• _PROBLEM DESCRIPTION_:
Go through the entries below and print, exactly, the lines starting at the one with "const t = totalOf(s.sigma" and ending at the one with "let i = size++;", keeping both ends and no others.

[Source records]
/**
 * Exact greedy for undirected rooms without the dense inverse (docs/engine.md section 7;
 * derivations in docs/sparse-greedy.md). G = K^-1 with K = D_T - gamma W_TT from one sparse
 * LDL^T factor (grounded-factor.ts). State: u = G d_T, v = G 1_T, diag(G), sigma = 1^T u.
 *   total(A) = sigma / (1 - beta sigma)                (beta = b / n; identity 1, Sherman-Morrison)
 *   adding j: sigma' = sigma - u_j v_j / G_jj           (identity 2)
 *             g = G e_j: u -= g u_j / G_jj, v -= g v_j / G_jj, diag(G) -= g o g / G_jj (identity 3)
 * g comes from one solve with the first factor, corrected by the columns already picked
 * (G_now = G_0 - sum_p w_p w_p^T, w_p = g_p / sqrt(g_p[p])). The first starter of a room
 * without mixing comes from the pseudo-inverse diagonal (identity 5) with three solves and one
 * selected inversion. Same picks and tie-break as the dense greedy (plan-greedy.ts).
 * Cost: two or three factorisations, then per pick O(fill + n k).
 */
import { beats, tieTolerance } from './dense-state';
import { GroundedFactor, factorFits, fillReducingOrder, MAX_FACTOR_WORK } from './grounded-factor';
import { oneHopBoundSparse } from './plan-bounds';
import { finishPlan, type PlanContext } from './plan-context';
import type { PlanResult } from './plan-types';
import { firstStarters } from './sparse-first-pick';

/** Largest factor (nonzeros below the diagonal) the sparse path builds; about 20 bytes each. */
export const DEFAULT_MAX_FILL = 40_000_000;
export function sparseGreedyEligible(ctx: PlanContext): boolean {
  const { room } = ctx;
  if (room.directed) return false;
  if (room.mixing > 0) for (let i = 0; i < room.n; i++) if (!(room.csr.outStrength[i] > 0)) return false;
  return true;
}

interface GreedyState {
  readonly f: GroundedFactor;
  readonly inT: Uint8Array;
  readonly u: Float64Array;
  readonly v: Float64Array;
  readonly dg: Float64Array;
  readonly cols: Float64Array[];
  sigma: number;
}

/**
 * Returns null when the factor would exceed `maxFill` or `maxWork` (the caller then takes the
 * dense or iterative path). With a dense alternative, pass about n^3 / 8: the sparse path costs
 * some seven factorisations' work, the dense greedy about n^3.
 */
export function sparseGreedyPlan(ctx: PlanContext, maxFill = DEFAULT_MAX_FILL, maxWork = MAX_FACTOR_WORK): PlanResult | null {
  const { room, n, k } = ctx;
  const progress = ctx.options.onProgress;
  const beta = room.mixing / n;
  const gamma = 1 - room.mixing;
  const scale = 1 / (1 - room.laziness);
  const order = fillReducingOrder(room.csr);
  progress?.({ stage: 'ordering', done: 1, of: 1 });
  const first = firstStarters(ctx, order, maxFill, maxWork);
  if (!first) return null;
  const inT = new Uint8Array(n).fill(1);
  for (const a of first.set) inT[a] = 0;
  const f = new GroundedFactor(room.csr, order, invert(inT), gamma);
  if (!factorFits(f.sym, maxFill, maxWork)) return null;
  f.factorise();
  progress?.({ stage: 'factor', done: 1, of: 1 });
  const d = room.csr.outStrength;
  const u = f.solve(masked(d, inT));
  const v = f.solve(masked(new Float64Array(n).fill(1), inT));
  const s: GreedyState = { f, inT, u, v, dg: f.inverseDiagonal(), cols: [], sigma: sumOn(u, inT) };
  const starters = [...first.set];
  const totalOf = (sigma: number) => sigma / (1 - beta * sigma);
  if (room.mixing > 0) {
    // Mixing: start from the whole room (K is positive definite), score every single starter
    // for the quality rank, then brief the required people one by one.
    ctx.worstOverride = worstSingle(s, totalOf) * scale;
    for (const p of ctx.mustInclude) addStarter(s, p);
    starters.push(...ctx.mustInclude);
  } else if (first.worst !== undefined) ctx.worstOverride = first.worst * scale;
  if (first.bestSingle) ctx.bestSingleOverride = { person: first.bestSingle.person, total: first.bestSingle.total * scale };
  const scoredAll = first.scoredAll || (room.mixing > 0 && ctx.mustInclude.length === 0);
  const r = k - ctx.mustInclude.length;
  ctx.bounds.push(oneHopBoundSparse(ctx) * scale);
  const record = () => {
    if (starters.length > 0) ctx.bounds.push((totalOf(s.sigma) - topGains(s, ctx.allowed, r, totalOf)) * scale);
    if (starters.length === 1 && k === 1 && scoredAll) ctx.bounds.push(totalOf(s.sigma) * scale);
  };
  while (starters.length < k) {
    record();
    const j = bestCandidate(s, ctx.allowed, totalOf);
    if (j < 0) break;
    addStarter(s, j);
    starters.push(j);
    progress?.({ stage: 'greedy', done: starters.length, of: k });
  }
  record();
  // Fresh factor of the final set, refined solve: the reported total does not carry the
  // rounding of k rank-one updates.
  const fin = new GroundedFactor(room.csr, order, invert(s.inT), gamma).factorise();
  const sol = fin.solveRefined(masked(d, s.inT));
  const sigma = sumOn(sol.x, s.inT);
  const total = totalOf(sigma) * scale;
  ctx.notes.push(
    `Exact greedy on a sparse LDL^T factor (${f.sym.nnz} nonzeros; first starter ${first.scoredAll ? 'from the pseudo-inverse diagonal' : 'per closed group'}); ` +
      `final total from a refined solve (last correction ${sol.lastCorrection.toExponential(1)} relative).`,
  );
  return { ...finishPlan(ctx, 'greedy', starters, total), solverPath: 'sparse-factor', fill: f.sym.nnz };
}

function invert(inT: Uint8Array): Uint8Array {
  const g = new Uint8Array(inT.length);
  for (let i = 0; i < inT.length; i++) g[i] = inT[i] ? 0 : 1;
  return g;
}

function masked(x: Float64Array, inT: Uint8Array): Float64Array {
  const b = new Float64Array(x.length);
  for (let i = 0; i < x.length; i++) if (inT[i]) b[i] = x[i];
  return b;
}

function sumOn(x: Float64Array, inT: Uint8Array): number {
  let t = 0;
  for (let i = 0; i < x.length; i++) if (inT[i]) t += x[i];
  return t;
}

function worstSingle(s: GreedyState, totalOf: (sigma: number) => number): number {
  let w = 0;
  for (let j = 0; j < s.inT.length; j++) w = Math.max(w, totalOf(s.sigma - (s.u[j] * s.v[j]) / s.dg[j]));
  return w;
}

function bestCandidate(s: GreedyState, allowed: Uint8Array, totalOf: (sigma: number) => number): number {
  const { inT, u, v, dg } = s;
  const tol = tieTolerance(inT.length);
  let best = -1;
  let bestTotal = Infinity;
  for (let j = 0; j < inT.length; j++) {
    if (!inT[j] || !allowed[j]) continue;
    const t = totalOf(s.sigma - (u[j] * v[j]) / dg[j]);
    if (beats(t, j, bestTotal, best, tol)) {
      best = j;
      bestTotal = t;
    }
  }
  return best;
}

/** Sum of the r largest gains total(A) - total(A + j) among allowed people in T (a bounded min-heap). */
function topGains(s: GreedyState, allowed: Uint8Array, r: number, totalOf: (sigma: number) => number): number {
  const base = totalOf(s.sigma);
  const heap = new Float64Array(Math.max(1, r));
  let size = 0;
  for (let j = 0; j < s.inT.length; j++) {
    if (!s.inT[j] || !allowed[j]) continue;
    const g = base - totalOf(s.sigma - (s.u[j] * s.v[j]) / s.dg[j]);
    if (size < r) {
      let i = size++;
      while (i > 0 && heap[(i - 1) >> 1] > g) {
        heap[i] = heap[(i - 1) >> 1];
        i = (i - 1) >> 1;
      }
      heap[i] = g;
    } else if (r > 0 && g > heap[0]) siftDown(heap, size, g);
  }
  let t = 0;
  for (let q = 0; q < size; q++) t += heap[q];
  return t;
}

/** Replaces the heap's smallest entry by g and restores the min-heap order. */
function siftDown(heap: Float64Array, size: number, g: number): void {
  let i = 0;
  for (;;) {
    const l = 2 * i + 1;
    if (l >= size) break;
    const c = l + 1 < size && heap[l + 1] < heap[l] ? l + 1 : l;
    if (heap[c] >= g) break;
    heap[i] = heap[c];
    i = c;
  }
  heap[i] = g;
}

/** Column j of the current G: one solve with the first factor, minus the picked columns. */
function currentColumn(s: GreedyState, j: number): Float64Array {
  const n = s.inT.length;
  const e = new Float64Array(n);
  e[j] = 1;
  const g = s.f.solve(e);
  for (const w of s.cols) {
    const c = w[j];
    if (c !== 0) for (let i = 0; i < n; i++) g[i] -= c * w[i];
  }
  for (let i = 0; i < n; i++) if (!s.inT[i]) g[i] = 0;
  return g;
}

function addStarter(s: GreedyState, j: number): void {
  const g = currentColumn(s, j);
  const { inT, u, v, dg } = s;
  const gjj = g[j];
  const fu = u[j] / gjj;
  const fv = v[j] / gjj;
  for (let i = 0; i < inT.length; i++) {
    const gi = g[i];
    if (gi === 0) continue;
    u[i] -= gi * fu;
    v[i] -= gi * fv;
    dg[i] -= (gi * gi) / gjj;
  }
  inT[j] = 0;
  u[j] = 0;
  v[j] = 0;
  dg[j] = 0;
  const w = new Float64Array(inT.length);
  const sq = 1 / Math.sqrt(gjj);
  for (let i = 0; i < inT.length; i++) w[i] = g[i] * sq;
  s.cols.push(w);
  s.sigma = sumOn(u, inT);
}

• _WRITTEN ANSWER_:
    const t = totalOf(s.sigma - (u[j] * v[j]) / dg[j]);
    if (beats(t, j, bestTotal, best, tol)) {
      best = j;
      bestTotal = t;
    }
  }
  return best;
}

/** Sum of the r largest gains total(A) - total(A + j) among allowed people in T (a bounded min-heap). */
function topGains(s: GreedyState, allowed: Uint8Array, r: number, totalOf: (sigma: number) => number): number {
  const base = totalOf(s.sigma);
  const heap = new Float64Array(Math.max(1, r));
  let size = 0;
  for (let j = 0; j < s.inT.length; j++) {
    if (!s.inT[j] || !allowed[j]) continue;
    const g = base - totalOf(s.sigma - (s.u[j] * s.v[j]) / s.dg[j]);
    if (size < r) {
      let i = size++;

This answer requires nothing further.